What you are asked to do: Every entry needs to appear again exactly as written below.

Saved entries
──────────────────────────────
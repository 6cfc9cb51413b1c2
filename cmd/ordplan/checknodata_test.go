package main

import (
	"os"
	"path/filepath"
	"strings"
	"testing"
)

// TestCheckNoDataSaysWhatItLeftOut: check --no-data ends its output with
// the checks it could not make without the data, sorted, in fixed words,
// for the features the plan uses; check with the data prints no such
// list, and makes those checks (here: spline knots outside the data
// refused, few clusters warned of).
func TestCheckNoDataSaysWhatItLeftOut(t *testing.T) {
	dir := t.TempDir()
	catalogueData(t, dir)
	clusterData(t, dir, "")
	plain := filepath.Join(dir, "plain.yaml")
	os.WriteFile(plain, []byte(goodPlan), 0o644)
	out, errs, code := runCLI("check", "--no-data", plain)
	if code != 0 {
		t.Fatalf("exit %d: %s", code, errs)
	}
	want := "Not checked without the data (run ordplan check " + plain + " without --no-data once the data file exists):\n" +
		"  - data.file: the data file opens and holds every column the plan names (its delimiter and decimal mark checked)\n" +
		"  - data: every used cell reads as its column's kind (numbers, declared levels, outcome categories), and missing values are as data.missing says\n" +
		"  - outcomes: the categories the rows used have (a declared category no row has is refused; at least two are needed)\n" +
		"  - predictors: constant or collinear design columns (the rank of each outcome's design on the rows used)\n"
	if !strings.HasSuffix(out, want) {
		t.Errorf("check --no-data of the plain plan ends\n%s\nwant\n%s", out, want)
	}

	// Every feature that adds an item.
	full := strings.Replace(goodPlan, "  file: d.csv\n", "  file: clu.csv\n  weights: c\n  cluster: two\n", 1)
	full = strings.Replace(full, "predictors: [a, b]", "categorical:\n  b: {levels: [\"0\", \"1\"], unobserved: drop}\npredictors: [a, b, {column: d, spline: {knots: [-1, 0, 40]}}, {column: big, spline: {quantiles: [0.1, 0.5, 0.9]}}]", 1)
	full = strings.Replace(full, "reject_unconverged: true", "reject_if_simpler_is_close: {max_difference: 0.05, grid: {b: [\"1\"]}}", 1)
	full += "covariance: clustered\nsubset:\n  - {column: a, at_least: -5}\ndictionary:\n  a: {range: [-10, 10]}\n  b: {label: B}\n  d: {label: D}\n  big: {label: Big}\n  c: {label: weight}\n  two: {label: cluster}\ninference:\n  hypotheses: [\"a = 0\"]\n  predict: new.csv\n  marginal_effects: [profile]\n  profile: {a: 1}\n" +
		"sensitivity:\n  - name: probit\n    why: w\n    change: {models.links: [probit]}\n"
	fp := filepath.Join(dir, "full.yaml")
	os.WriteFile(fp, []byte(full), 0o644)
	out, errs, code = runCLI("check", "--no-data", fp)
	if code != 0 {
		t.Fatalf("exit %d: %s\n%s", code, errs, full)
	}
	i := strings.Index(out, "Not checked without the data")
	if i < 0 {
		t.Fatalf("no list:\n%s", out)
	}
	got := strings.Split(strings.TrimSpace(out[i:]), "\n")[1:]
	wantItems := []string{
		"categorical: values that are not declared levels, and declared levels no row used has (unobserved: refuse stops, drop removes the level's column)",
		"data.cluster: the number of clusters in the rows used (fewer than 40 gives a warning: cluster-robust errors too small, joint Wald tests of more than G-1 restrictions not computed; a model of more than G-1 parameters gives another: its cluster-robust covariance is singular)",
		"data.file: the data file opens and holds every column the plan names (its delimiter and decimal mark checked)",
		"data.weights: every weight is a number of zero or more, at most 1e15, and none dwarfs the others together (they weigh at least 1.5e-8 of the total)",
		"data: every used cell reads as its column's kind (numbers, declared levels, outcome categories), and missing values are as data.missing says",
		"dictionary: the data's values against the declared ranges, values and missing-value codes",
		"inference.hypotheses: the boundaries and level columns that the data's categories and levels give the models",
		"inference.predict: the file of new rows opens and is a data file ordplan reads, and its rows read through each outcome's design (undeclared levels, levels no row used has, values a transformation cannot take)",
		"inference.profile: whether it lies outside the population fitted, and whether every term can be computed at it",
		"outcomes: the categories the rows used have (a declared category no row has is refused; at least two are needed)",
		"predictors: constant or collinear design columns (the rank of each outcome's design on the rows used)",
		"predictors: spline knots at quantiles that tie in the rows used",
		"predictors: spline knots given as values against the range of the rows used",
		"rules: the levels a closeness rule's grid lists that no row used has (unobserved: drop)",
		"sensitivity: each analysis, the plan with its changes, against the data as the plan is (the rows its subset keeps, its levels and design, its clusters)",
		"subset: the values its conditions name against those the rows hold, and the rows it keeps",
	}
	if len(got) != len(wantItems) {
		t.Fatalf("got %d items, want %d:\n%s", len(got), len(wantItems), strings.Join(got, "\n"))
	}
	for k := range got {
		if got[k] != "  - "+wantItems[k] {
			t.Errorf("item %d: %q, want %q", k, got[k], wantItems[k])
		}
	}
	// data.missing: impute adds its item, which check with the data makes
	// (catalogue I9, I24).
	imp := filepath.Join(dir, "impute.yaml")
	os.WriteFile(imp, []byte(strings.Replace(goodPlan, "  file: d.csv\n", "  file: d.csv\n  missing: impute\n", 1)), 0o644)
	if out, errs, code := runCLI("check", "--no-data", imp); code != 0 || !strings.Contains(out, "\n  - data.missing: impute: the columns imputed (none missing in every row), imputed into two sets after one iteration as run imputes them, and the design on the first imputed set, as run makes it\n") {
		t.Errorf("check --no-data of a plan that imputes: exit %d\n%s\n%s", code, out, errs)
	}
	// With the data: no list, and the checks are made.
	out, errs, code = runCLI("check", fp)
	if strings.Contains(out, "Not checked") || code != 1 || !strings.Contains(errs, "knot 40 lies outside it") {
		t.Errorf("check with the data: exit %d\n%s\n%s", code, out, errs)
	}
	// Without the splines, the clusters are counted and warned of.
	os.WriteFile(fp, []byte(strings.NewReplacer(", {column: d, spline: {knots: [-1, 0, 40]}}, {column: big, spline: {quantiles: [0.1, 0.5, 0.9]}}", "", "  d: {label: D}\n  big: {label: Big}\n", "").Replace(full)), 0o644)
	os.WriteFile(filepath.Join(dir, "new.csv"), []byte("a,b,c\n0.5,1,5\n"), 0o644)
	out, errs, code = runCLI("check", fp)
	if strings.Contains(out, "Not checked") || code != 0 || !strings.Contains(errs, `column "two" holds 2 clusters`) {
		t.Errorf("check with the data: exit %d\n%s\n%s", code, out, errs)
	}
}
──────────────────────────────
Task answer:
repository 6cfc9cb51413b1c2
filename cmd/ordplan/checknodata_test.go
package main

import (
	"os"
	"path/filepath"
	"strings"
	"testing"
)

// TestCheckNoDataSaysWhatItLeftOut: check --no-data ends its output with
// the checks it could not make without the data, sorted, in fixed words,
// for the features the plan uses; check with the data prints no such
// list, and makes those checks (here: spline knots outside the data
// refused, few clusters warned of).
func TestCheckNoDataSaysWhatItLeftOut(t *testing.T) {
	dir := t.TempDir()
	catalogueData(t, dir)
	clusterData(t, dir, "")
	plain := filepath.Join(dir, "plain.yaml")
	os.WriteFile(plain, []byte(goodPlan), 0o644)
	out, errs, code := runCLI("check", "--no-data", plain)
	if code != 0 {
		t.Fatalf("exit %d: %s", code, errs)
	}
	want := "Not checked without the data (run ordplan check " + plain + " without --no-data once the data file exists):\n" +
		"  - data.file: the data file opens and holds every column the plan names (its delimiter and decimal mark checked)\n" +
		"  - data: every used cell reads as its column's kind (numbers, declared levels, outcome categories), and missing values are as data.missing says\n" +
		"  - outcomes: the categories the rows used have (a declared category no row has is refused; at least two are needed)\n" +
		"  - predictors: constant or collinear design columns (the rank of each outcome's design on the rows used)\n"
	if !strings.HasSuffix(out, want) {
		t.Errorf("check --no-data of the plain plan ends\n%s\nwant\n%s", out, want)
	}

	// Every feature that adds an item.
	full := strings.Replace(goodPlan, "  file: d.csv\n", "  file: clu.csv\n  weights: c\n  cluster: two\n", 1)
	full = strings.Replace(full, "predictors: [a, b]", "categorical:\n  b: {levels: [\"0\", \"1\"], unobserved: drop}\npredictors: [a, b, {column: d, spline: {knots: [-1, 0, 40]}}, {column: big, spline: {quantiles: [0.1, 0.5, 0.9]}}]", 1)
	full = strings.Replace(full, "reject_unconverged: true", "reject_if_simpler_is_close: {max_difference: 0.05, grid: {b: [\"1\"]}}", 1)
	full += "covariance: clustered\nsubset:\n  - {column: a, at_least: -5}\ndictionary:\n  a: {range: [-10, 10]}\n  b: {label: B}\n  d: {label: D}\n  big: {label: Big}\n  c: {label: weight}\n  two: {label: cluster}\ninference:\n  hypotheses: [\"a = 0\"]\n  predict: new.csv\n  marginal_effects: [profile]\n  profile: {a: 1}\n" +
		"sensitivity:\n  - name: probit\n    why: w\n    change: {models.links: [probit]}\n"
	fp := filepath.Join(dir, "full.yaml")
	os.WriteFile(fp, []byte(full), 0o644)
	out, errs, code = runCLI("check", "--no-data", fp)
	if code != 0 {
		t.Fatalf("exit %d: %s\n%s", code, errs, full)
	}
	i := strings.Index(out, "Not checked without the data")
	if i < 0 {
		t.Fatalf("no list:\n%s", out)
	}
	got := strings.Split(strings.TrimSpace(out[i:]), "\n")[1:]
	wantItems := []string{
		"categorical: values that are not declared levels, and declared levels no row used has (unobserved: refuse stops, drop removes the level's column)",
		"data.cluster: the number of clusters in the rows used (fewer than 40 gives a warning: cluster-robust errors too small, joint Wald tests of more than G-1 restrictions not computed; a model of more than G-1 parameters gives another: its cluster-robust covariance is singular)",
		"data.file: the data file opens and holds every column the plan names (its delimiter and decimal mark checked)",
		"data.weights: every weight is a number of zero or more, at most 1e15, and none dwarfs the others together (they weigh at least 1.5e-8 of the total)",
		"data: every used cell reads as its column's kind (numbers, declared levels, outcome categories), and missing values are as data.missing says",
		"dictionary: the data's values against the declared ranges, values and missing-value codes",
		"inference.hypotheses: the boundaries and level columns that the data's categories and levels give the models",
		"inference.predict: the file of new rows opens and is a data file ordplan reads, and its rows read through each outcome's design (undeclared levels, levels no row used has, values a transformation cannot take)",
		"inference.profile: whether it lies outside the population fitted, and whether every term can be computed at it",
		"outcomes: the categories the rows used have (a declared category no row has is refused; at least two are needed)",
		"predictors: constant or collinear design columns (the rank of each outcome's design on the rows used)",
		"predictors: spline knots at quantiles that tie in the rows used",
		"predictors: spline knots given as values against the range of the rows used",
		"rules: the levels a closeness rule's grid lists that no row used has (unobserved: drop)",
		"sensitivity: each analysis, the plan with its changes, against the data as the plan is (the rows its subset keeps, its levels and design, its clusters)",
		"subset: the values its conditions name against those the rows hold, and the rows it keeps",
	}
	if len(got) != len(wantItems) {
		t.Fatalf("got %d items, want %d:\n%s", len(got), len(wantItems), strings.Join(got, "\n"))
	}
	for k := range got {
		if got[k] != "  - "+wantItems[k] {
			t.Errorf("item %d: %q, want %q", k, got[k], wantItems[k])
		}
	}
	// data.missing: impute adds its item, which check with the data makes
	// (catalogue I9, I24).
	imp := filepath.Join(dir, "impute.yaml")
	os.WriteFile(imp, []byte(strings.Replace(goodPlan, "  file: d.csv\n", "  file: d.csv\n  missing: impute\n", 1)), 0o644)
	if out, errs, code := runCLI("check", "--no-data", imp); code != 0 || !strings.Contains(out, "\n  - data.missing: impute: the columns imputed (none missing in every row), imputed into two sets after one iteration as run imputes them, and the design on the first imputed set, as run makes it\n") {
		t.Errorf("check --no-data of a plan that imputes: exit %d\n%s\n%s", code, out, errs)
	}
	// With the data: no list, and the checks are made.
	out, errs, code = runCLI("check", fp)
	if strings.Contains(out, "Not checked") || code != 1 || !strings.Contains(errs, "knot 40 lies outside it") {
		t.Errorf("check with the data: exit %d\n%s\n%s", code, out, errs)
	}
	// Without the splines, the clusters are counted and warned of.
	os.WriteFile(fp, []byte(strings.NewReplacer(", {column: d, spline: {knots: [-1, 0, 40]}}, {column: big, spline: {quantiles: [0.1, 0.5, 0.9]}}", "", "  d: {label: D}\n  big: {label: Big}\n", "").Replace(full)), 0o644)
	os.WriteFile(filepath.Join(dir, "new.csv"), []byte("a,b,c\n0.5,1,5\n"), 0o644)
	out, errs, code = runCLI("check", fp)
	if strings.Contains(out, "Not checked") || code != 0 || !strings.Contains(errs, `column "two" holds 2 clusters`) {
		t.Errorf("check with the data: exit %d\n%s\n%s", code, out, errs)
	}
}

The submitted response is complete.